O que ocorre é que quando se coloca na ponta do lápis todas as ações de desenvolvimento que necessitam de ajuda externa, a conta pode sair cara, visto que quando trabalhamos com um fornecedor que nos entrega um retorno satisfatório, a tendência é sempre recorrer a ele de forma recorrente.

Além disso, é muito comum que, ao contratar consultorias, a área de treinamento tenha a sensação de perder, em partes, o controle das ações internas da produção de treinamento, delegando a terceiro ações que aparentemente deveria ser dela.

Vantagens de se tornar autossufiente

 Redução de Custos

Como já falamos anteriormente, a questão da redução de custos é tentadora, e em dias de crise, é quase que inevitável.

Ao diminuir os custos com consultorias, você estará economizando caixa para empresa e muitas vezes promovendo a sua imagem (somente caso esse plano realmente dê certo).

É importante observar também se o custo final da produção de treinamento realmente vai ficar mais baixo, pois nem sempre calcularmos investimentos de recursos e infraestrutura (que o fornecedor já tem). Então não necessariamente será vantajoso se a intenção for apenas financeira.

Tomar as Rédeas da produção de treinamento

Ao tomar as rédeas de todos os treinamentos, você está mais próximo de seu cliente interno e por dentro dos assuntos relacionados às suas atividades, especificidades e necessidades. Se a sua atuação na produção de treinamento for ativa, isso aumenta a sua visibilidade, podendo fazer a área de treinamento ser vista cada vez mais como uma área parceira e estratégica para a empresa.

 

Desafios a enfrentar na produção de treinamento interna

Quando a empresa decide finalmente optar pelo caminho de internalização de todas as ações de treinamento, quase sempre pensam apenas nos lados positivos dessa internalização, esquecendo os desafios e obstáculos que a decisão poderá implicar. Desta forma, elencamos algumas perguntas devem ser observadas e devidamente respondidas para que esta experiência não seja traumática:

 A sua equipe está preparada?

A internalização de todas as ações de produção de treinamento exige a execução de tarefas diversas, de naturezas muitas vezes distintas.

Apesar do mercado de trabalho estar cada vez mais competitivo e os profissionais precisarem a cada dia mais se adequar à concorrência, é fato que cada vez é mais difícil encontrar profissionais adequados para funções multitarefa.

O aumento da oferta de ensino superior não garantiu o aumento da qualidade de ensino e a preparação adequada dos profissionais no mercado de trabalho. Desta forma, encontrar profissionais é algo desafiador, já que neste caso você precisaria de uma equipe que executasse atividades diversas como por exemplo: escrever bem, se apresentar bem em público, ter conhecimento tecnológico suficiente, saber controlar e gerir dados sensíveis, desenvolver análises e relatório gerenciais, etc.

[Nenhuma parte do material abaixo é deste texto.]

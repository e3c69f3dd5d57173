//! Benchmark-style integration test of the walking-device tracker on synthetic days.
//!
//! Invented demo data: routes, rests and weather are generated here from fixed seeds
//! (xorshift64, Marsaglia 2003, "Xorshift RNGs", J. Stat. Softw. 8(14); normal deviates
//! by the Box-Muller transform, Box and Muller 1958, Ann. Math. Stat. 29(2)).
//! True height -> pressure with the U.S. Standard Atmosphere 1976 (`US_1976.pressure_at`),
//! then a smooth weather change (a front, tanh-shaped, 3 hPa over the day) and 2 Pa of
//! Gaussian sensor noise are added; samples at 1 Hz.
//!
//! Goals (design notes, "day hike with 3 hPa weather drift"): total ascent within 2 % of
//! truth; during any rest of 20 min or more the totals grow by at most 1 m.
//! Not timed; figures are printed (`cargo test --test hike_day -- --nocapture`).
//!
//! Table columns: true and tracked ascent and descent (m), ascent error (%), the naive sum
//! of positive changes of the raw pressure altitude (m), the largest growth of
//! ascent + descent during one rest (m), the displayed height error at the end of the day
//! (m), and for comparison the ascent error and end error with the weather held at rest
//! but not extrapolated while walking.

mod common;
#[allow(unused_imports)]
use common::{at, secs};
use isohypse::atmosphere::US_1976;
use isohypse::track::{HikeConfig, HikeTracker};
use isohypse::{Height, Pressure};

struct Rng(u64);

Além disso não deve se esquecer de todas as outras capacidades que um profissional de treinamento geralmente deve ter como: relacionamento interpessoal, gestão do tempo e prioridades, gestão de projetos, etc.

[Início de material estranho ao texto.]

#[test]
fn column_models_through_the_pipeline() {
    use isohypse::geopotential::{geometric_from_geopotential, geopotential_from_geometric};
    use isohypse::model::TemperatureModel;
    // Two-point hypsometric method (mean of the end temperatures): from a reference at
    // 500 m, 950 hPa, 15 degC to 900 hPa at 10 degC,
    // dH = (R / g0) * (T1 + T2) / 2 * ln(p1 / p2) (hypsometric equation, Wallace & Hobbs
    // 2006 eq. 3.29 with the layer mean taken as the mean of its ends).
    let mut s = Settings::hike();
    s.model = HeightModel::Column(TemperatureModel::MeanOfEnds);
    s.estimator = Estimator::Off;
    s.tracking = isohypse::pipeline::Tracking::Flight {
        phases: isohypse::flight::PhaseSettings::HIKE,
        totals_band_m: 3.0,
    };
    s.spike_gate_m = None;
    s.start_altitude_m = Some(500.0);
    let mut pipe = Pipeline::<2>::new(s).unwrap();
    let mut first = Sample::pressure(at(0.0), 95_000.0);
    first.temperature_c = Some(15.0);
    let out0 = pipe.process(&first);
    assert!((out0.altitude_m - 500.0).abs() < 1e-3, "{out0:?}");
    let mut second = Sample::pressure(at(1.0), 90_000.0);
    second.temperature_c = Some(10.0);
    let out = pipe.process(&second);
    // R = 287.053 07 J/(kg K), g0 = 9.806 65 m/s^2, r0 = 6 356 766 m: U.S. Standard
    // Atmosphere 1976, section 1.2 (R = R* / M0 = 8314.32 / 28.9644); eq. 18/19 below.
    let dh = 287.053_07f64 / 9.806_65 * (288.15 + 283.15) / 2.0 * (95_000.0f64 / 90_000.0).ln();
    let h_ref =
        geopotential_from_geometric(isohypse::Height::from_meters(500.0).unwrap(), 6_356_766.0)
            .unwrap()
            .meters() as f64;
    let expect = geometric_from_geopotential(
        isohypse::Height::from_meters((h_ref + dh) as f32).unwrap(),
        6_356_766.0,
    )
    .unwrap()
    .meters();
    assert!(
        (out.altitude_m - expect).abs() < 0.02,
        "{} vs {expect}",
        out.altitude_m
    );

    // A warm day (+10 K) puts the same pressure step higher than the standard model
    // (common practice: thickness grows with temperature).
    let height_for = |model: HeightModel| {
        let mut s = Settings::drone();
        s.model = model;
        s.estimator = Estimator::Off;
        s.start_altitude_m = None;
        let mut pipe = Pipeline::<2>::new(s).unwrap();
        pipe.process(&Sample::pressure(at(0.0), 100_000.0));
        pipe.process(&Sample::pressure(at(1.0), 80_000.0))
            .altitude_m
    };
    let warm = height_for(HeightModel::Column(TemperatureModel::StandardOffset {
        delta_k: 10.0,
    }));
    let standard = height_for(HeightModel::Standard);
    assert!(warm > standard + 50.0, "{warm} vs {standard}");

    // A model that cannot place anything is refused with the settings.
    let mut bad = Settings::drone();
    bad.model = HeightModel::Column(TemperatureModel::ConstantLapse {
        reference_temperature: isohypse::Temperature::from_kelvin(280.0).unwrap(),
        lapse_rate_k_per_m: 0.0,
    });
    assert_eq!(Pipeline::<2>::new(bad).err(), Some(Error::InvalidSetting));
}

Lembre-se da fábula do pato que sabe nadar, voar, andar, entre outras coisas, porém nenhuma dessas habilidades dele, quando analisadas individualmente, são avaliadas como primorosas.

 Você realmente tem mão de obra suficiente?

Mesmo que você opte por segmentar atividades por especialistas, imaginou o tamanho do time necessário para a produção de treinamento interna? Você se perguntou se conseguirá contratá-los e gerenciá-los de forma eficaz?

Outro ponto para se pensar é que nem toda atividade pode ser recorrente suficiente para justificar um recurso exclusivo. E em dias como os de hoje, em que conquistar um headcount é cada vez amis difícil, imagine como seria justificar a contratação de pessoas extras para a execução de um trabalho que até então era realizado externamente.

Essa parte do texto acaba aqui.